» Stored data entries:
*** Begin section ***

"""Axisymmetric numerical field solver and what it derives.

Layers of this subpackage (each imports only those above it):

- :mod:`~pdvoid.fields.grid`: graded r–z grids;
- :mod:`~pdvoid.fields.geometry`: shapes as level sets (spheroid, rounded cylinder, needle, hyperboloid,
  slab, polygon outline);
- :mod:`~pdvoid.fields.layout`: the field problem (electrodes, dielectrics, void, floating conductors);
- :mod:`~pdvoid.fields.assembly`, :mod:`~pdvoid.fields.solver`: finite-volume assembly and sparse LU;
- :mod:`~pdvoid.fields.maps`: field maps, surface fields, critical regions, lowest critical voltage;
- :mod:`~pdvoid.fields.pointplane`: exact and handbook apex fields of a point-plane gap;
- :mod:`~pdvoid.fields.streamer`: field lines and the ionisation-integral (streamer) inception voltage;
- :mod:`~pdvoid.fields.derived`: coefficients for the fast models (:func:`coefficients_for` from plain SI
  arguments, :func:`coefficients` from a scenario);
- :mod:`~pdvoid.fields.timedomain`: the conductive-void time-domain reference model.

Everything is SI: lengths in m, potentials in V, fields in V/m, charges in C.
"""

from __future__ import annotations

from .derived import (
    FieldCoefficients,
    coefficients,
    coefficients_for,
    coefficients_from_solver,
    equivalent_depolarization,
    peak_enhancement,
    void_region,
    with_field_solution,
)
from .geometry import Hyperboloid, Outline, Region, Rod, RoundedCylinder, Slab, Spheroid
from .grid import Grid, graded_faces, make_grid
from .layout import ELECTRODES, Layout, grid_for, specimen_layout
from .maps import (
    SurfaceField,
    critical_region,
    field_components,
    field_magnitude,
    lowest_voltage,
    region_mask,
    surface_field,
)
from .pointplane import hyperboloid_tip_field, mason_tip_field
from .solver import FieldSolver, Potential
from .streamer import FieldLine, StreamerInception, streamer_inception_voltage, trace_field_line
from .timedomain import TimeDomainResult, conductive_void_reference

__all__ = [
    "ELECTRODES",
    "FieldCoefficients",
    "FieldLine",
    "FieldSolver",
    "Grid",
    "Hyperboloid",
    "Layout",
    "Outline",
    "Potential",
    "Region",
    "Rod",
    "RoundedCylinder",
    "Slab",
    "Spheroid",
    "StreamerInception",
    "SurfaceField",
    "TimeDomainResult",
    "coefficients",
    "coefficients_for",
    "coefficients_from_solver",
    "with_field_solution",
    "conductive_void_reference",
    "critical_region",
    "equivalent_depolarization",
    "field_components",
    "field_magnitude",
    "graded_faces",
    "grid_for",
    "hyperboloid_tip_field",
    "lowest_voltage",
    "make_grid",
    "mason_tip_field",
    "peak_enhancement",
    "region_mask",
    "specimen_layout",
    "streamer_inception_voltage",
    "surface_field",
    "trace_field_line",
    "void_region",
]
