@dataclass(frozen=True)
class GasData:
    """Constants of a void gas (SI).

    Attributes
    ----------
    name : str
        key in the parameter set.
    description : str
        what the gas is.
    permittivity : float
        relative permittivity [-].
    critical_reduced_field : float
        (E/p)_cr of the streamer formula [V/(Pa m)].
    b_constant : float
        B of the streamer formula [(Pa m)^n].
    exponent : float
        n of the streamer formula [-].
    paschen_a : float or None
        A of Paschen's law [1/(Pa m)], or None.
    paschen_b : float or None
        B of Paschen's law [V/(Pa m)], or None.
    secondary_emission : float or None
        γ of Paschen's law [-], or None.
    k_streamer : float or None
        ionisation-integral threshold K [-], or None.
    paschen_minimum_voltage : float or None
        measured minimum of the Paschen curve [V], or None.
    paschen_minimum_pd : float or None
        p·d of that minimum, p at 293.15 K [Pa m], or None.
    ionization_model : str or None
        "morrow_lowke_air", "sf6_linear" or None.
    references : tuple[str, ...]
        bibliography keys (pdvoid.core.references).
    notes : str
        free text.
    provenance : Mapping[str, Provenance]
        quantity name -> :class:`Provenance`.
    """

    name: str
    description: str
    permittivity: float
    critical_reduced_field: float
    b_constant: float
    exponent: float
    paschen_a: float | None = None
    paschen_b: float | None = None
    secondary_emission: float | None = None
    k_streamer: float | None = None
    ionization_model: str | None = None
    paschen_minimum_voltage: float | None = None
    paschen_minimum_pd: float | None = None
    references: tuple[str, ...] = ()
    notes: str = ""
    provenance: Mapping[str, Provenance] = field(default_factory=dict, compare=False, repr=False)


# quantity -> (unit, low, high, low_open, required)
_GAS_QUANTITIES: dict[str, tuple[str, float, float, bool, bool]] = {
    "permittivity": ("1", 1.0, 1.1, False, True),
    "critical_reduced_field": ("V/(Pa m)", 0.0, math.inf, True, True),
    "b_constant": ("(Pa m)^n", 0.0, math.inf, False, True),
    "exponent": ("1", 0.0, 1.0, True, True),
    "paschen_a": ("1/(Pa m)", 0.0, math.inf, True, False),
    "paschen_b": ("V/(Pa m)", 0.0, math.inf, True, False),
    "secondary_emission": ("1", 0.0, 1.0, True, False),
    "k_streamer": ("1", 0.0, 100.0, True, False),
    "paschen_minimum_voltage": ("V", 0.0, math.inf, True, False),
    "paschen_minimum_pd": ("Pa m", 0.0, math.inf, True, False),
}
_GAS_TEXT = {"description": True, "references": True, "notes": False, "ionization_model": False}
_MATERIAL_KEYS = {"description", "permittivity", "permittivity_range", "source", "status", "note",
                  "dielectric_strength"}
#: unit, lower and upper bound of a material's dielectric strength [V/m] (1 kV/mm to 10 MV/mm)
_STRENGTH_SPEC = ("V/m", 1e6, 1e10, False, False)
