@pytest.mark.parametrize("fmt", ["framed", "f32le"])
def test_feed_into_quaver_tcp_source(tmp_path: Path, fmt: str) -> None:
    # the real ingest: what the producer sends is what the source hands the pipeline
    from service.sources.tcp import TcpSource

    x = _float_wav(tmp_path / "a.wav", 1.0)

    async def scenario() -> tuple[int, list[Any]]:
        src = TcpSource("line-a", ["a", "b"], FS, "127.0.0.1", 0, fmt)
        await src.start()
        assert src.address is not None
        argv = ["feed", str(tmp_path / "a.wav"), "--speed", "0", "--format", fmt,
                "--to", f"127.0.0.1:{src.address[1]}"]
        producer = asyncio.create_task(asyncio.to_thread(cli.main, argv))
        blocks = []
        try:
            async with asyncio.timeout(30):
                async for b in src:
                    blocks.append(b)
                    if sum(b.n for b in blocks) >= x.shape[1]:
                        break
                rc = await producer
        finally:
            await src.aclose()
        return rc, blocks

    rc, blocks = asyncio.run(scenario())
    assert rc == 0
    assert blocks[0].first_index == 0
    assert [b.first_index for b in blocks[1:]] == list(np.cumsum([b.n for b in blocks])[:-1])
    np.testing.assert_array_equal(np.concatenate([b.data for b in blocks], axis=1), x)


def test_check_says_where_the_speed_of_an_order_warning_comes_from(
    capsys: pytest.CaptureFixture[str]
) -> None:
    # The demo's fan takes its speed from a tacho allowed down to 300 r/min: an order band
    # is judged at that lowest speed, and the warning says so rather than quoting 300 r/min
    # as if the fan ran there (a speed_rpm channel's warning stays as it was, test below).
    assert cli.main(["check", "-c", str(EXAMPLES / "demo.toml")]) == 0
    out = capsys.readouterr().out
    assert ("band '1x' (4-6 Hz at 300 r/min, the rpm_min of tacho v1-tacho) lies below the "
            "low-frequency limit") in out
    at_300 = [w for w in out.splitlines() if "at 300 r/min" in w]
    assert len(at_300) > 5 and all("at 300 r/min, the rpm_min of tacho v1-tacho" in w
                                   for w in at_300)
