Cidrs = Annotated[list[str] | None, AfterValidator(_valid_cidrs)]
_ALLOW_FROM_HELP = (
    "Peers allowed to feed this source: IP networks in CIDR form (e.g. ['10.1.2.0/24', "
    "'127.0.0.1']); others are refused unread and counted in `refused_peers`. Default: "
    "any host that can reach the port."
)
_MAX_FRAME_HELP = (
    "Largest framed payload accepted, bytes; a header declaring more is malformed at once "
    "(counted, the decoder resynchronises). Default: about 1 s of this source's data, "
    "channels × sample_rate_hz × 8 bytes, at least 64 KiB and at most 16 MiB."
)


class TcpSourceConfig(_SourceBase):
    kind: Literal["tcp"] = _d("Source kind.")
    listen: Listen = _d("host:port quaver listens on for one producer at a time.")
    format: StreamFormat = _d(
        "Sample format: raw interleaved little-endian s16le | s32le | f32le | f64le, or "
        "framed (quaver's header per frame, see service/wire.py)."
    )
    idle_timeout_s: float = Field(
        10.0,
        gt=0,
        le=3600,
        description="A producer that sends nothing for this long is dropped (counted in "
        "`idle_drops`, logged), so the next producer can connect, s.",
    )
    max_frame_bytes: int | None = Field(None, ge=1024, le=16 * 2**20, description=_MAX_FRAME_HELP)
    allow_from: Cidrs = Field(None, description=_ALLOW_FROM_HELP)


class UdpSourceConfig(_SourceBase):
    kind: Literal["udp"] = _d("Source kind.")
    listen: Listen = _d("host:port quaver receives framed datagrams on.")
    format: Literal["framed"] = Field("framed", description="Datagrams are framed: one frame each.")
    max_frame_bytes: int | None = Field(None, ge=1024, le=16 * 2**20, description=_MAX_FRAME_HELP)
    allow_from: Cidrs = Field(None, description=_ALLOW_FROM_HELP)


class FileSourceConfig(_SourceBase):
    kind: Literal["file"] = _d("Source kind.")
    path: str = _d("File to read; relative paths are taken from the config file's folder.")
    format: FileFormat = _d(
        "Raw s16le | s32le | f32le | f64le, csv (one row per sample, one column per "
        "channel), or wav (integer PCM scaled to ±1 full scale)."
    )
    follow: bool = Field(
        True,
        description="true: follow the growing file (tail); "
        "false: replay a finished recording, then end.",
    )
    replay_speed: float = Field(
        1.0,
        ge=0,
        description="Replay pace as a multiple of real "
        "time when follow = false; 0 = as fast as the pipeline takes it.",
    )
    poll_ms: float = Field(
        50.0,
        gt=0,
        le=10000,
        description="How often a followed file is checked for growth, truncation and rotation, ms.",
    )
    start_at: Literal["end", "beginning"] = Field(
        "end",
        description="Where following starts in a file that already exists: end | "
        "beginning (a file that appears later is always read from its beginning).",
    )
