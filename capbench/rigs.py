"""Builders for the electrode fixtures of the trade.

Every length may be a pint Quantity, a string with a unit (``"25 mm"``) or a float in
metres. Each builder returns a :class:`~capbench.geometry.Fixture` whose ``kind`` and
``params`` record the call, so ``fixture.with_changes(gap="3 mm")`` rebuilds it.

Axisymmetric rigs put the z axis on the electrodes' common axis. Planar rigs give
capacitance per unit length unless a length is given.
"""

from __future__ import annotations

import math
from dataclasses import dataclass, replace
from typing import Any

from . import validate as v
from .errors import GeometryError
from .geometry import (
    AXISYMMETRIC,
    DIRECT,
    MEDIUM,
    PAIR,
    PLANAR,
    Compound,
    Conductor,
    Dielectric,
    Enclosure,
    Fixture,
    Geometry,
    OpenSpace,
    Plate,
    Polygon,
    Rect,
    RoundedRect,
)

SPECIMEN = "specimen"


@dataclass(frozen=True)
class Specimen:
    """A flat specimen between two electrodes.

    thickness: specimen thickness; eps_r: relative permittivity (complex for loss);
    radius (or half-width, planar): defaults to the electrodes' extent; lift: air gap
    between the low electrode and the specimen (0: resting on it).
    """

    thickness: Any
    eps_r: complex = 2.0
    radius: Any = None
    lift: Any = 0.0

    def __post_init__(self):
        object.__setattr__(self, "thickness", v.length(self.thickness, "specimen thickness"))
        object.__setattr__(self, "eps_r", v.eps_r(self.eps_r, "specimen eps_r"))
        object.__setattr__(self, "radius", v.optional_length(self.radius, "specimen radius"))
        lift = 0.0 if self.lift in (0, 0.0, None) else v.length(self.lift, "specimen lift")
        object.__setattr__(self, "lift", lift)


def _specimen(value) -> Specimen | None:
    if value is None or isinstance(value, Specimen):
        return value
    if isinstance(value, dict):
        try:
            return Specimen(**value)
        except TypeError as exc:
            raise GeometryError(
                f"specimen {value!r}: {exc}; valid keys: thickness, eps_r, radius, lift",
                value=value,
            ) from None
    raise GeometryError(
        f"specimen = {value!r}; give a Specimen or a dict with thickness and eps_r", value=value
    )


def _shield(value, half_height_default: float) -> Enclosure | None:
    """A grounded cylindrical can (axisymmetric): (radius, height) centred on z = 0."""
    if value is None:
        return None
    try:
        radius, height = value
    except (TypeError, ValueError):
        raise GeometryError(
            f"shield = {value!r}; give (radius, height) of the grounded can", value=value
        ) from None
    radius = v.length(radius, "shield radius")
    height = v.length(height, "shield height")
    del half_height_default
    return Enclosure(0.0, -height / 2, radius, height / 2)


def _params(**kwargs) -> tuple[tuple[str, object], ...]:
    return tuple(sorted(kwargs.items()))


def _electrode(x0, y0, x1, y1, thickness, edge_radius, face_up: bool):
    """A disc or strip electrode: a plate if thickness is 0, else a (rounded) slab whose
    face at y0 (face_up False) or y1 is the active face."""
    if thickness == 0:
        if edge_radius:
            raise GeometryError(
                f"edge_radius = {edge_radius * 1e3:.6g} mm needs an electrode thickness > 0 mm "
                "(the thickness is 0: thin plates have no edge to round)",
                value=edge_radius,
            )
        y = y0
        return Plate(x0, y, x1, y)
    ya, yb = (y0 - thickness, y0) if face_up else (y0, y0 + thickness)
    if edge_radius:
        if edge_radius > thickness / 2:
            raise GeometryError(
                f"edge radius = {edge_radius * 1e3:.6g} mm exceeds half the electrode "
                f"thickness; valid: 0 mm to {thickness * 1e3 / 2:.6g} mm",
                value=edge_radius,
                valid=(0.0, thickness / 2),
            )
        return RoundedRect(x0, ya, x1, yb, edge_radius)
    return Rect(x0, ya, x1, yb)


def parallel_discs(
    radius,
    gap,
    thickness=0.0,
    radius2=None,
    specimen=None,
    edge_radius=None,
    medium_eps_r=1.0,
    shield=None,
    name="",
) -> Fixture:
    """Two coaxial discs facing each other across ``gap`` (two-terminal, ``PAIR``).

    The high disc ("top", radius ``radius``) has its lower face at z = gap/2; the low
    disc ("bottom", radius ``radius2``, default equal) its upper face at z = -gap/2.
    ``thickness`` 0 gives ideal thin discs. ``specimen``: a :class:`Specimen` (or dict)
    resting on the bottom disc. ``shield``: (radius, height) of a grounded can.
    """
    a = v.length(radius, "radius")
    d = v.length(gap, "gap")
    te = 0.0 if not thickness else v.length(thickness, "thickness")
    a2 = a if radius2 is None else v.length(radius2, "radius2")
    er = None if edge_radius is None else v.length(edge_radius, "edge_radius")
    spec = _specimen(specimen)
    medium = v.eps_r(medium_eps_r, "medium eps_r")
    _warn_aspect(d, max(a, a2), "gap", "disc radius")
    conductors = (
        Conductor("top", _electrode(0.0, d / 2, a, d / 2, te, er, face_up=False)),
        Conductor("bottom", _electrode(0.0, -d / 2, a2, -d / 2, te, er, face_up=True)),
    )
    dielectrics = ()
    if spec is not None:
        if spec.thickness + spec.lift > d * (1 + 1e-12):
            raise GeometryError(
                f"specimen thickness {spec.thickness * 1e3:.6g} mm (+ lift "
                f"{spec.lift * 1e3:.6g} mm) exceeds the gap {d * 1e3:.6g} mm; valid: 0 mm "
                f"to {d * 1e3:.6g} mm together",
                value=spec.thickness,
                valid=(0.0, d),
            )
        top = min(-d / 2 + spec.lift + spec.thickness, d / 2)
        rs = spec.radius if spec.radius is not None else max(a, a2)
        dielectrics = (Dielectric(SPECIMEN, Rect(0.0, -d / 2 + spec.lift, rs, top), spec.eps_r),)
    geom = Geometry(
        AXISYMMETRIC,
        conductors,
        dielectrics,
        medium_eps_r=medium,
        boundary=_shield(shield, d) or OpenSpace(),
    )
    return Fixture(
        geom,
        high="top",
        low="bottom",
        connection=PAIR,
        name=name or "parallel discs",
        kind="parallel_discs",
        params=_params(
            radius=a,
            gap=d,
            thickness=te,
            radius2=a2,
            specimen=spec,
            edge_radius=er,
            medium_eps_r=medium,
            shield=shield,
        ),
        specimen=SPECIMEN if spec else None,
    )


def guarded_cell(
    electrode_radius,
    guard_gap,
    guard_width,
    specimen_thickness,
    specimen_eps_r=2.0,
    unguarded_radius=None,
    specimen_radius=None,
    electrode_thickness=0.0,
    shield=None,
    edge_radius=None,
    air_gap=0.0,
    medium_eps_r=1.0,
    name="",
) -> Fixture:
    """Three-terminal cell: guarded electrode and guard ring under the specimen, the
    unguarded electrode on top (``DIRECT`` capacitance unguarded to guarded, guard at
    the guarded electrode's potential).

    The specimen occupies 0 <= z <= specimen_thickness; the guarded disc (radius
    ``electrode_radius``) and the guard ring (from electrode_radius + guard_gap, width
    ``guard_width``) lie on z = 0, the unguarded disc on z = specimen_thickness +
    ``air_gap`` (a non-contacting electrode if air_gap > 0).
    """
    r1 = v.length(electrode_radius, "electrode_radius")
    g = v.length(guard_gap, "guard_gap")
    w = v.length(guard_width, "guard_width")
    t = v.length(specimen_thickness, "specimen_thickness")
    eps = v.eps_r(specimen_eps_r, "specimen_eps_r")
    r_out = r1 + g + w
    ru = r_out if unguarded_radius is None else v.length(unguarded_radius, "unguarded_radius")
    rs = max(ru, r_out) if specimen_radius is None else v.length(specimen_radius, "specimen_radius")
    te = 0.0 if not electrode_thickness else v.length(electrode_thickness, "electrode_thickness")
    er = None if edge_radius is None else v.length(edge_radius, "edge_radius")
    s = 0.0 if not air_gap else v.length(air_gap, "air_gap")
    medium = v.eps_r(medium_eps_r, "medium eps_r")
    _warn_aspect(g, r1, "guard gap", "electrode radius")
    if ru <= r1:
        raise GeometryError(
            f"unguarded radius {ru * 1e3:.6g} mm must exceed the guarded electrode radius "
            f"{r1 * 1e3:.6g} mm",
            value=ru,
            valid=(r1, math.inf),
        )
    conductors = (
        Conductor("unguarded", _electrode(0.0, t + s, ru, t + s, te, er, face_up=False)),
        Conductor("guarded", _electrode(0.0, 0.0, r1, 0.0, te, er, face_up=True)),
        Conductor("guard", _electrode(r1 + g, 0.0, r_out, 0.0, te, er, face_up=True)),
    )
    dielectrics = (Dielectric(SPECIMEN, Rect(0.0, 0.0, rs, t), eps),)
    geom = Geometry(
        AXISYMMETRIC,
        conductors,
        dielectrics,
        medium_eps_r=medium,
        boundary=_shield(shield, t) or OpenSpace(),
    )
    return Fixture(
        geom,
        high="unguarded",
        low="guarded",
        connection=DIRECT,
        name=name or "guarded cell",
        kind="guarded_cell",
        params=_params(
            electrode_radius=r1,
            guard_gap=g,
            guard_width=w,
            specimen_thickness=t,
            specimen_eps_r=eps,
            unguarded_radius=ru,
            specimen_radius=rs,
            electrode_thickness=te,
            shield=shield,
            edge_radius=er,
            air_gap=s,
            medium_eps_r=medium,
        ),
        specimen=SPECIMEN,
    )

*** End section ***

» What the exercise asks: Return only the part of the records above that opens with the line containing "# as if the" and closes with the line containing "quaver listens on", ends included.

» Written answer:
    # as if the fan ran there (a speed_rpm channel's warning stays as it was, test below).
    assert cli.main(["check", "-c", str(EXAMPLES / "demo.toml")]) == 0
    out = capsys.readouterr().out
    assert ("band '1x' (4-6 Hz at 300 r/min, the rpm_min of tacho v1-tacho) lies below the "
            "low-frequency limit") in out
    at_300 = [w for w in out.splitlines() if "at 300 r/min" in w]
    assert len(at_300) > 5 and all("at 300 r/min, the rpm_min of tacho v1-tacho" in w
                                   for w in at_300)
Cidrs = Annotated[list[str] | None, AfterValidator(_valid_cidrs)]
_ALLOW_FROM_HELP = (
    "Peers allowed to feed this source: IP networks in CIDR form (e.g. ['10.1.2.0/24', "
    "'127.0.0.1']); others are refused unread and counted in `refused_peers`. Default: "
    "any host that can reach the port."
)
_MAX_FRAME_HELP = (
    "Largest framed payload accepted, bytes; a header declaring more is malformed at once "
    "(counted, the decoder resynchronises). Default: about 1 s of this source's data, "
    "channels × sample_rate_hz × 8 bytes, at least 64 KiB and at most 16 MiB."
)


class TcpSourceConfig(_SourceBase):
    kind: Literal["tcp"] = _d("Source kind.")
    listen: Listen = _d("host:port quaver listens on for one producer at a time.")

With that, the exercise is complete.